木村 普通であれば、東映本社が保有すると思いますよね。形式的には、アニメ制作を請け負う窓口は東映にあり、東映動画は本社を通して受注していたわけですから。ところが、子会社のほうが作品の版権を握っている。そこが東映動画のユニークなところです。

――90年代後半に製作委員会方式が一般化する以前には、スポンサーが制作資金を出し、テレビ局から発注を受けて制作会社がアニメを作る――けれども、その制作費だけではそもそも赤字で、代わりにアニメ制作会社が版権事業を行う窓口権を得て2次使用料でリクープする、という不思議なビジネスモデルが主流でした。その成立にも東映動画は関わっていますよね? 今も東映アニメは基本的にこの方法を選択しています。

木村 版権関係の契約書と東映動画内の組織図とを付き合わせていくと、版権の部署が充実していくのと並行して、窓口権をアニメの原作となるマンガの出版社などが持っていた体制から、東映動画側が持つ体制になっていったことがわかります。

 ただ、これは東映動画だけで作れる枠組みではない。虫プロダクションは当初、手塚治虫原作アニメの版権を自前で持っていました。一方、『鉄人28号』や『スーパージェッター』などのアニメを作り、CM制作会社でもあったTCJ(現・エイケン)の場合はTBSが権利を握っています。つまり、プロダクションやテレビ局ごとに方針が違っていました。

 東映動画の場合は東映が親会社であり、東映がNET(現・テレビ朝日)の大株主ということもあって、局ではなく東映動画が権利を保有しやすかったのかもしれません。

労働組合が起こした裁判の実態

――東映動画労働組合は、72年からの大量解雇に対して裁判を起こしたといった闘争的なイメージがありました。しかしこの本を読むと、経営陣と労組は“労使対立”のステレオタイプでは片付けられない関係であったことも非常に印象的でした。
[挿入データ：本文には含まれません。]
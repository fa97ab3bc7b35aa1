#include "supercritical.hpp"

#include <algorithm>
#include <limits>

namespace stagewell {
namespace {

bool is_supercritical(const Channel& channel, double depth) {
  return channel.at_depth(depth).froude > 1.0;
}

// The depth in (lo, hi] where supercritical-ness changes, knowing it differs at lo and hi.
double crossing(const Channel& channel, double lo, double hi) {
  const bool at_lo = is_supercritical(channel, lo);
  for (int i = 0; i < 200 && hi - lo > 1e-13 * std::max(1.0, hi); ++i) {
    const double mid = 0.5 * (lo + hi);
    (is_supercritical(channel, mid) == at_lo ? lo : hi) = mid;
  }
  return hi;
}

}  // namespace

SupercriticalDepths::SupercriticalDepths(const Channel& channel, double max_depth, int samples) {
  std::vector<double> depths;
  for (int i = 1; i <= samples; ++i) depths.push_back(max_depth * i / samples);
  for (double depth : channel.section().breakpoints()) {
    if (depth > 0.0 && depth <= max_depth) depths.push_back(depth);
  }
  std::sort(depths.begin(), depths.end());
  // Very shallow flow in a smooth steep channel can be supercritical: look close to zero too.
  depths.insert(depths.begin(), max_depth * 1e-6);

  std::optional<double> open_from;
  double previous = depths.front();
  bool previous_state = is_supercritical(channel, previous);
  if (previous_state) open_from = 0.0;
  for (std::size_t i = 1; i < depths.size(); ++i) {
    const double depth = depths[i];
    const bool state = is_supercritical(channel, depth);
    if (state != previous_state) {
      const double at = crossing(channel, previous, depth);
      if (state) {
        open_from = at;
      } else {
        ranges_.emplace_back(*open_from, at);
        open_from.reset();
      }
    }
    previous = depth;
    previous_state = state;
  }
  if (open_from) ranges_.emplace_back(*open_from, std::numeric_limits<double>::infinity());
}

bool SupercriticalDepths::contains(double depth) const {
  for (const auto& [from, to] : ranges_) {
    if (depth >= from && depth < to) return true;
  }
  return false;
}

}  // namespace stagewell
木村 まず、ステレオタイプな労働運動や労使紛争観が適切なのかという問題もあると思います。その上で東映動画について、なぜそうなったかといえば、解雇に対しての72年からの裁判において、会社側が決算や東映との関係についての資料を提出し陳述していく過程で、労組側も不可避的に会社の置かれた状況を把握し、組合が独自の経営分析を行い、戦略を立てるという慣習が定着したからだと思います。――ただ、当事者に訊くと、それは組合側の闘争力を弱める要因を伴っていたのではないか、と言う方もいます。会社の苦しさもわかってしまうと、責めあぐねる部分も出てきますから。

――それ以降は戦闘的ではなくなっている?

木村 会社側も労組側も緩やかになっている感じはします。とはいえ、御用組合化はせず、リアリティを持ちつつ労組固有の視点から労使交渉に臨んでいます。また、労働組合の組合員から会社の管理職になっていく人も、立場や方法が変わろうと「現場の構造を俯瞰的に把握しないと回らない」という視点は一貫しています。

 組合側も無闇には妥協せず、80年代に新人採用で入ってきたいわゆる研修生世代に手を差し伸べ、若い世代も組合を通じて労働者としての権利を守っていく。テレビシリーズの常時複数受注と版権ビジネスによって経営が安定化し、新人採用が再開できるようになった際に、会社側は組合に「当面の間オルグしない」と合意を取っていた。けれども結局、数年後に研修生が組合に入ったときには、大ごとにはしていません。もちろん、そこには「もう一度紛争をやったら会社がもたない」という判断があったのかもしれませんが。